Ausiliatrice Cristiano
Mag 16, 2018

Valeria Golino e' al secondo film da regista. E' al festival di Cannes con un film potente, Euforia, che 01 farà uscire in autunno e che potrà incontrare i gusti del pubblico ai quali propone una coppia di protagonisti che funziona a meraviglia: Riccardo Scamarcio e Valerio Mastandrea, due fratelli diametralmente opposti per carattere e stile di vita ma che saranno costretti ad incontrarsi forzatamente per i fatti della vita, a coabitare e a scoprirsi, a riconoscersi, ad amarsi come non sapevano di poter fare.

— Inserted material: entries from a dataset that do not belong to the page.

"""The reader walk: a composed node tree checked against :data:`~notchkit.site.sections.SECTIONS`.

:class:`Reader` visits every mapping of the file, refuses unknown, duplicate and
missing keys (saying where a misplaced key belongs), hands each value to its
field kind (:mod:`notchkit.site.fields`) and collects every problem with its
position, so one run reports them all. It also reads the two scalars every kind
is made of: numbers (with range, units of length, Hz/kHz hints) and text.
"""

from __future__ import annotations

import difflib
import math
from typing import Any

import yaml

from notchkit.errors import Problem
from notchkit.site.fields import (
    _LENGTH_RE,
    _LENGTH_UNITS_M,
    _NAME_ALLOWED,
    _NAME_RE,
    BAD,
    MAX_NUMBER_CHARS,
    Field,
    Num,
    _length_number,
)
from notchkit.site.sections import _ALLOWED_KEYS_TEXT, _MOVED, SECTIONS
from notchkit.site.yamlread import (
    _BOOL,
    _FLOAT,
    _INT,
    _MERGE,
    _NULL,
    _PLAIN_TAGS,
    _STR,
    MAX_DEPTH,
    MAX_NODES,
    _kind,
    _show_tag,
    _shown,
    mark,
)
from notchkit.textsafe import describe_char, unsafe_char

_CON = yaml.constructor.SafeConstructor()


class Stop(Exception):
    """The walk cannot go on (an alias bomb or a self-referring alias was reported)."""


def _join(path: str, key: str) -> str:
    """A dotted field path: ``radios[0]`` + ``name`` -> ``radios[0].name``."""
    return f"{path}.{key}" if path else key


class Reader:
    """Walks a composed node tree against :data:`SECTIONS`, collecting problems."""

    def __init__(self, path: str):
        self.path = path
        self.problems: list[Problem] = []
        self.bad_nodes: set[int] = set()
        self.cable_refs: list[tuple[str, yaml.Node, str]] = []

    def add(self, node: yaml.Node | None, field: str, message: str) -> None:
        line, col = mark(node)
        self.problems.append(Problem(self.path, line, col, field, message))

    # -- whole-tree checks ------------------------------------------------

    def prepass(self, root: yaml.Node) -> None:
        """Refuse alias bombs and self-referring aliases before the walk."""
        visits = 0
        stack: list[tuple[yaml.Node, int]] = [(root, 1)]
        while stack:
            node, depth = stack.pop()
            visits += 1
            if visits > MAX_NODES:
                self.add(
                    node,
                    "",
                    f"more than {MAX_NODES} values, counting each repeat through an alias "
                    "(a site file has a few hundred; use fewer or no aliases)",
                )
                raise Stop
            if depth > MAX_DEPTH:
                self.add(
                    node,
                    "",
                    f"nested deeper than {MAX_DEPTH} levels counting through aliases "
                    "(an alias may refer to itself; a site file nests at most 6)",
                )
                raise Stop
            if isinstance(node, yaml.MappingNode):
                for k, v in node.value:
                    stack.append((k, depth + 1))
                    stack.append((v, depth + 1))
            elif isinstance(node, yaml.SequenceNode):
                stack.extend((item, depth + 1) for item in node.value)

    def tag_bad(self, node: yaml.Node, path: str) -> bool:
        """True (and reported once) when a node carries a tag other than plain YAML's."""
        if node.tag in _PLAIN_TAGS:
            return False
        if id(node) not in self.bad_nodes:
            self.bad_nodes.add(id(node))
            self.add(
                node,
                path,
                f"tag {_show_tag(node.tag)} is not allowed "
                "(plain YAML only: text, numbers, lists and mappings)",
            )
        return True

    # -- sections ---------------------------------------------------------

    def section(self, node: yaml.Node, name: str, path: str) -> dict[str, tuple[Any, yaml.Node]] | None:
        if self.tag_bad(node, path):
            return None
        spec = SECTIONS[name]
        if not isinstance(node, yaml.MappingNode):
            what = f"{_kind(node)} {_shown(node)}" if isinstance(node, yaml.ScalarNode) else _kind(node)
            where = "must be" if path else "the file must be"
            self.add(
                node,
                path,
                f"{where} a mapping of keys, got {what} (allowed keys: {_ALLOWED_KEYS_TEXT[name]})",
            )
            return None
        out: dict[str, tuple[Any, yaml.Node]] = {}
        first: dict[str, yaml.Node] = {}
        for knode, vnode in node.value:
            if knode.tag == _MERGE:
                self.add(knode, path, "merge keys '<<' are not supported (write the keys out in full)")
                continue
            if self.tag_bad(knode, path):
                continue
            if not isinstance(knode, yaml.ScalarNode) or knode.tag not in (_STR, _INT, _FLOAT, _BOOL):
                self.add(knode, path, f"a key must be a plain word, got {_kind(knode)}")
                continue
            key = knode.value
            fpath = _join(path, key)
            if key in first:
                self.add(
                    knode,
                    fpath,
                    f"duplicate key (first given at line {first[key].start_mark.line + 1}; "
                    "give each key once)",
                )
                continue
            first[key] = knode
            fld = spec.get(key)
            if fld is None:
                self.add(knode, fpath, "unknown key " + self._suggest(key, spec, name))
                continue
            value = self.value(vnode, fld, fpath)
            if value is not BAD:
                out[key] = (value, vnode)
        for key, fld in spec.items():
            if fld.required and key not in first:
                self.add(node, _join(path, key), f"missing (required: {fld.doc[:1].lower()}{fld.doc[1:-1]})")
        return out

    @staticmethod
    def _suggest(key: str, spec: dict[str, Field], name: str) -> str:
        moved = _MOVED.get((name, key))
        if moved:
            return f"({moved})"
        close = difflib.get_close_matches(key.lower(), list(spec), n=1, cutoff=0.6)
        if close:
            return f"(did you mean '{close[0]}'?)"
        return f"(allowed: {_ALLOWED_KEYS_TEXT[name]})"

    def value(self, node: yaml.Node, fld: Field, path: str) -> Any:
        """The value of one key, read by its field kind; :data:`BAD` when reported."""
        if self.tag_bad(node, path):
            return BAD
        return fld.read(self, node, path)

    # -- scalars ----------------------------------------------------------

    def number(self, node: yaml.Node, num: Num | None, path: str) -> Any:
        """A number in ``num``'s range (a length may be text with a unit); :data:`BAD` if not."""
        if num is None:  # pragma: no cover - a number field declared without its range
            raise TypeError(f"{path}: number field declared without a Num")
        if self.tag_bad(node, path):
            return BAD
        allowed = num.allowed()
        if num.length_unit_m is not None:
            allowed += " or text with a unit, e.g. '12 ft', '3 1/2 in' (m, cm, mm, ft, in)"
        if not isinstance(node, yaml.ScalarNode):
            self.add(node, path, f"expected a number, got {_kind(node)} (allowed: {allowed})")
            return BAD
        value = self._scalar_number(node, num, path, allowed)
        if value is BAD:
            return BAD
        return self._in_range(node, value, num, path, allowed)

    def _scalar_number(self, node: yaml.ScalarNode, num: Num, path: str, allowed: str) -> Any:
        """The float a scalar node holds (any tag), or :data:`BAD` after a problem."""
        shown = _shown(node)
        if node.tag == _BOOL:
            self.add(
                node,
                path,
                f"{shown} is a boolean, not a number (allowed: {allowed}; YAML reads "
                "yes/no/on/off/true/false as booleans)",
            )
            return BAD
        if node.tag == _NULL:
            self.add(node, path, f"no value given (allowed: {allowed}; remove the key for the default)")
            return BAD
        value: float | None = None
        if node.tag in (_INT, _FLOAT, _STR) and len(node.value.strip()) > MAX_NUMBER_CHARS:
            self.add(node, path, f"{shown} is {len(node.value.strip())} characters long, too long for "
                     f"a number (allowed: {allowed}, written in at most {MAX_NUMBER_CHARS} characters)")
            return BAD
        if node.tag == _INT:
            value = float(_CON.construct_yaml_int(node))
        elif node.tag == _FLOAT:
            value = _CON.construct_yaml_float(node)
        elif node.tag == _STR:
            match = _LENGTH_RE.match(node.value) if num.length_unit_m is not None else None
            if match:
                value = _length_number(match.group(1))
                if value is not None and num.length_unit_m is not None:
                    value *= _LENGTH_UNITS_M[match.group(2)] / num.length_unit_m
            elif not node.style:
                try:  # plain 1e12 or nan: YAML 1.1 reads these as text; read them as numbers
                    value = float(node.value)
                except ValueError:
                    value = None
            if value is None:
                self.add(node, path, f"{shown} is text, not a number (allowed: {allowed})")
                return BAD
        if value is None:  # pragma: no cover - every tag handled above
            return BAD
        return value

    def _in_range(self, node: yaml.ScalarNode, value: float, num: Num, path: str, allowed: str) -> Any:
        """``value`` when finite, whole where it must be and in range; else :data:`BAD`."""
        shown = _shown(node)
        if not math.isfinite(value):
            self.add(node, path, f"{shown} is not a finite number (allowed: {allowed})")
            return BAD
        if num.integer and value != int(value):
            self.add(node, path, f"{shown} is not a whole number (allowed: {allowed})")
            return BAD
        if not num.contains(value):
            if value <= 0 < num.lo or (value <= 0 and num.lo == 0 and num.lo_open):
                what = f"{shown} must be greater than 0"
            elif value < num.lo or (value == num.lo and num.lo_open):
                what = f"{shown} is too low"
            else:
                what = f"{shown} is too high"
            hint = ""
            if num.unit == "MHz" and value > num.hi and num.contains(value / 1e6):
                hint = f"; {shown} looks like Hz: give MHz, e.g. {value / 1e6:g}"
            elif num.unit == "MHz" and value > num.hi and num.contains(value / 1e3):
                hint = f"; {shown} looks like kHz: give MHz, e.g. {value / 1e3:g}"
            self.add(node, path, f"{what} (allowed: {allowed}{hint})")
            return BAD
        return int(value) if num.integer else value

    def text(self, node: yaml.Node, path: str, *, name: bool) -> Any:
        if self.tag_bad(node, path):
            return BAD
        if not isinstance(node, yaml.ScalarNode):
            self.add(node, path, f"expected text, got {_kind(node)}")
            return BAD
        if node.tag == _NULL:
            self.add(node, path, "no value given (allowed: text)")
            return BAD
        if node.tag != _STR:
            self.add(
                node,
                path,
                f"{node.value} is {_kind(node)}, not text (put it in quotes: '{node.value}')",
            )
            return BAD
        value = node.value.strip()
        bad = unsafe_char(value)
        if bad is not None and not name:
            self.add(node, path, f"{describe_char(bad)} is not allowed in text (remove it; a YAML "
                     "escape such as \\e or \\u202e in double quotes makes one; allowed: printable text)")
            return BAD
        if name and not _NAME_RE.match(value):
            self.add(node, path, f"{_shown(node)} is not a valid name (allowed: {_NAME_ALLOWED})")
            return BAD
        if not value:
            self.add(node, path, "empty text (allowed: non-empty text)")
            return BAD
        if len(value) > 200:
            self.add(node, path, f"text is {len(value)} characters long (allowed: at most 200)")
            return BAD
        return value
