def survey(
    site: Site, *, max_harmonic: int | None = None, max_threats: int | None = None
) -> SurveyResult:
    """Find every threat between the site's transmitters and receivers.

    Parameters
    ----------
    site : notchkit.site.model.Site
        The site.
    max_harmonic : int, optional
        Highest harmonic evaluated (>= 1; 1: none); default ``site.max_harmonic``.
    max_threats : int, optional
        Intermodulation threats kept as objects, the worst first (default
        :data:`notchkit.threats.intermod.DEFAULT_MAX_THREATS`); the rest are counted
        in ``left_out`` and still reach the matrix.

    Returns
    -------
    SurveyResult
        Threats sorted by excess (worst first), filter requirements per location.

    Raises
    ------
    SiteError
        Values that would make the numbers meaningless (power <= 0, bad bands).
    UsageError
        ``max_harmonic`` not an integer >= 1.

    Notes
    -----
    level = P_tx - suppression - feedline(tx) - isolation - feedline(rx);
    excess = level - threshold; required notch depth = excess + rejection margin.
    """
    n_harm = check_max_harmonic(site.max_harmonic if max_harmonic is None else max_harmonic)
    sa = SiteArrays(site)
    margin = float(site.limits.rejection_margin_db)
    units = sa.site.radios  # one per operating choice (survey/operating.py)
    tx = np.array([i for i, r in enumerate(units) if r.tx is not None], dtype=int)
    rx = np.array([i for i, r in enumerate(units) if r.rx is not None], dtype=int)
    notes = list(sa.notes)
    both = [r.name for r in site.radios if r.tx is not None and r.rx is not None]
    if both:
        notes.append(
            "transceivers not evaluated against their own receivers (shared antenna: "
            "that is the duplexer's job): " + ", ".join(both)
        )
    ctx = _Ctx(sa, margin)
    notes += _default_notes(sa, ctx)
    notes += _operating_notes(sa)
    threats: list[Threat] = []
    left_out: list[tuple[str, int, int]] = []
    left_worst: tuple[tuple[str, str, float], ...] = ()
    if tx.size and rx.size:
        # The operating layer: only pairs of different radios that share a scenario.
        tt, rr = (a.ravel() for a in np.meshgrid(tx, rx, indexing="ij"))
        keep = sa.op.pair_ok(tt, rr)
        tt, rr = tt[keep], rr[keep]
        threats += _fundamental(ctx, tt, rr)
        if n_harm >= 2:
            threats += _harmonics(ctx, tt, rr, n_harm)
        threats += _noise(ctx, tt, rr)
        im, outcome = intermod_threats(
            ctx, tx, rx, max_order=getattr(site, "max_im_order", products.DEFAULT_MAX_ORDER),
            max_threats=DEFAULT_MAX_THREATS if max_threats is None else max_threats,
        )
        threats += im
        notes += outcome.notes or []
        threats += blocking_threats(ctx, tx, rx)
        if outcome.left_over or outcome.left_under:
            left_out.append(("intermod", outcome.left_over, outcome.left_under))
            ww = outcome.worst if outcome.worst is not None else np.empty((0, 0))
            worst_by_radio: dict[tuple[str, str], float] = {}  # units -> their radios (operating layer)
            for t, r in np.argwhere(np.isfinite(ww)).tolist():
                key = (sa.radio_names[t], sa.radio_names[r])
                worst_by_radio[key] = max(worst_by_radio.get(key, -np.inf), float(ww[t, r]))
            left_worst = tuple((a, b, v) for (a, b), v in worst_by_radio.items())
            notes.append(
                f"intermodulation: {outcome.products} products land in receivers; the "
                f"{len(im)} worst are listed, {outcome.left_over} more above the limit and "
                f"{outcome.left_under} below it are counted only (they still count in the matrix)"
            )
    threats = _operate(ctx, threats)
    # Stable sort on excess only: ties keep the (deterministic) order of generation.
    threats.sort(key=attrgetter("excess_db"), reverse=True)
    return SurveyResult(
        site=site.name,
        transmitters=tuple(r.name for r in site.radios if r.tx is not None),
        receivers=tuple(r.name for r in site.radios if r.rx is not None),
        threats=tuple(threats),
        filters=_with_protects(build_filters(site, sa, ctx.all_feeds()), threats),
        notes=tuple(notes),
        max_harmonic=n_harm,
        rejection_margin_db=margin,
        max_im_order=getattr(site, "max_im_order", products.DEFAULT_MAX_ORDER),
        left_out=tuple(left_out),
        left_out_worst=left_worst,
    )



def _with_protects(filters: tuple[Any, ...], threats: list[Threat]) -> tuple[Any, ...]:
    """Each filter requirement with whose reception it guards (``protects``), from the
    threats that ask a notch of its location."""
    victims: dict[tuple[str, str], set[str]] = {}
    for t in threats:
        for loc in t.filters:
            victims.setdefault(loc, set()).add(t.victim)
    return tuple(dataclasses.replace(f, protects=guarded(f.radio, victims.get((f.radio, f.side), ())))
                 for f in filters)

def _default_notes(sa: SiteArrays, ctx) -> list[str]:
    """Which radios rest on the survey's documented defaults."""
    site = sa.physical
    out = []
    supp = sorted({src for i, (_, src) in ctx.supp.items() if src.startswith("default")})
    for src in supp:
        who = [ctx.names[i] for i, (_, s) in ctx.supp.items() if s == src]
        out.append(f"harmonic suppression {src} for: " + ", ".join(who))
    blocking = [
        r.name for r in site.radios
        if r.rx is not None and r.rx.blocking_dbm is None and not r.rx.selectivity
        and r.rx.receiver_class is None
    ]  # fmt: skip
    rxs = [(r.name, r.rx) for r in site.receivers if r.rx is not None]
    for cls in sorted({rx.receiver_class for _, rx in rxs if rx.receiver_class}):
        who = [name for name, rx in rxs if rx.receiver_class == cls and not rx.selectivity]
        first = next(rx for name, rx in rxs if name == who[0]) if who else None
        if first is not None:
            out.append(
                "blocking by offset from the " + limits.selectivity_table(
                    dataclasses.replace(first, selectivity=())
                )[1] + " for: " + ", ".join(who)
            )  # fmt: skip
    if blocking:
        out.append(
            f"default blocking level {limits.DEFAULT_BLOCKING_DBM:g} dBm (documented default, "
            "from memory: ETSI EN 300 086 order of magnitude) for: " + ", ".join(blocking)
        )
    conv = [r.name for r in site.radios if r.tx is not None and r.tx.im_conversion_db is None]
    if conv:
        out.append(
            f"default IM conversion loss {limits.DEFAULT_IM_CONVERSION_DB:g} dB (3rd order, "
            "common practice) for: " + ", ".join(conv)
        )
    return out


def _operating_notes(sa: SiteArrays) -> list[str]:
    """What the survey took into account about how the site operates."""
    site = sa.physical
    out = []
    if site.scenarios:
        out.append(
            "scenarios (radios active together; threats only within one): "
            + "; ".join(f"{s.name}: {', '.join(s.radios)}" for s in site.scenarios)
        )
        idle = [r.name for r in site.radios if not any(r.name in s.radios for s in site.scenarios)]
        if idle:
            out.append("in no scenario, so never evaluated: " + ", ".join(idle))
    multi = [r for r in site.radios if r.n_choices > 1]
    if multi:
        out.append(
            "radios working several bands one at a time (each band evaluated on its own, "
            "never against the same radio): "
            + "; ".join(
                f"{r.name}: " + ", ".join(
                    lab for lab, k in zip(sa.op.labels, sa.radio_of.tolist(), strict=True)
                    if sa.physical.radios[k] is r
                )
                for r in multi
            )
        )  # fmt: skip
    for r in site.radios:
        for f in r.installed:
            where = {"tx": "transmit path", "rx": "receive path", "antenna": "antenna port"}[f.port]
            src = f"measured {f.touchstone}" if f.touchstone else "rejection table"
            when = "" if f.for_band is None else (
                f", in line on {f.for_band.lo_mhz:g}-{f.for_band.hi_mhz:g} MHz"
            )
            out.append(
                f"installed filter taken into account: {r.name}: {f.name} ({f.kind}, {where}, "
                f"{src} {f.rejection[0][0]:g}-{f.rejection[-1][0]:g} MHz{when}; no rejection "
                "credited outside)"
            )
    near = sa.near_field_db
    out.append(
        f"near field (d < lambda/2pi): no isolation formula used; bound {near:g} dB unless measured"
    )
    return out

E' passato oggi con successo a Un Certain Regard ma non avrebbe sfigurato nel concorso principale. Al red carpet si e' presentato da solo e saltellando anche Roberto Benigni, che poi in sala e' andato a sostenere la moglie Nicoletta Braschi, che ha un ruolo da protagonista nel film. "Il concetto di quote rosa già mi mette in imbarazzo!" Pero' stiamo vivendo un momento storico importante, ci portera' ad un passo avanti e due indietro, poi un altro avanti, ma e' importante esporsi, battersi - dice guardando la Trinca, che ieri era per Dissenso Comune sul palco delle donne - perche' portera' ad una evoluzione. Quando ho deciso di fare "Euforia" non pensavo che questo era il motivo che mi portava a farlo, non è una cosa ragionata, non è una cosa tematica. "Lo dico senza nessuna finta umiltà, volevo tornare in Un Certain Regard perché credo che sia la sezione giusta per questo film, poi certo se Frémaux mi avesse offerto il concorso non gli avremmo detto di no", risponde la regista quando le chiedono se non si aspettasse la "convocazione" per gareggiare per la Palma d'Oro. "Non e' un'autobiografia ma certo che filmiamo sempre qualcosa che ci appartiene". Uno è Matteo (Riccardo Scamarcio), giovane imprenditore di successo, affascinante, dinamico e spregiudicato. Per curarsi va ad abitare dal fratello, i due si soffiano come due gatti ma e' solo questione di tempo.

Storia che Scamarcio e Mastandrea sono stati chiamati ad interpretare: "Tutto era in scrittura, oltre alla sintonia nata sul set che ci ha permesso di aggiungere delle cose. Ettore è un personaggio-specchio per gli altri, mentre Matteo è pieno di un'umanità che io riconosco, ma che forse non frequento". Sono due persone all'apparenza lontanissime.

La stessa emotivita' che Riccardo Scamarcio chiama Euforia: "in questo film ci sono tutte persone che si conosco bene anche nella vita".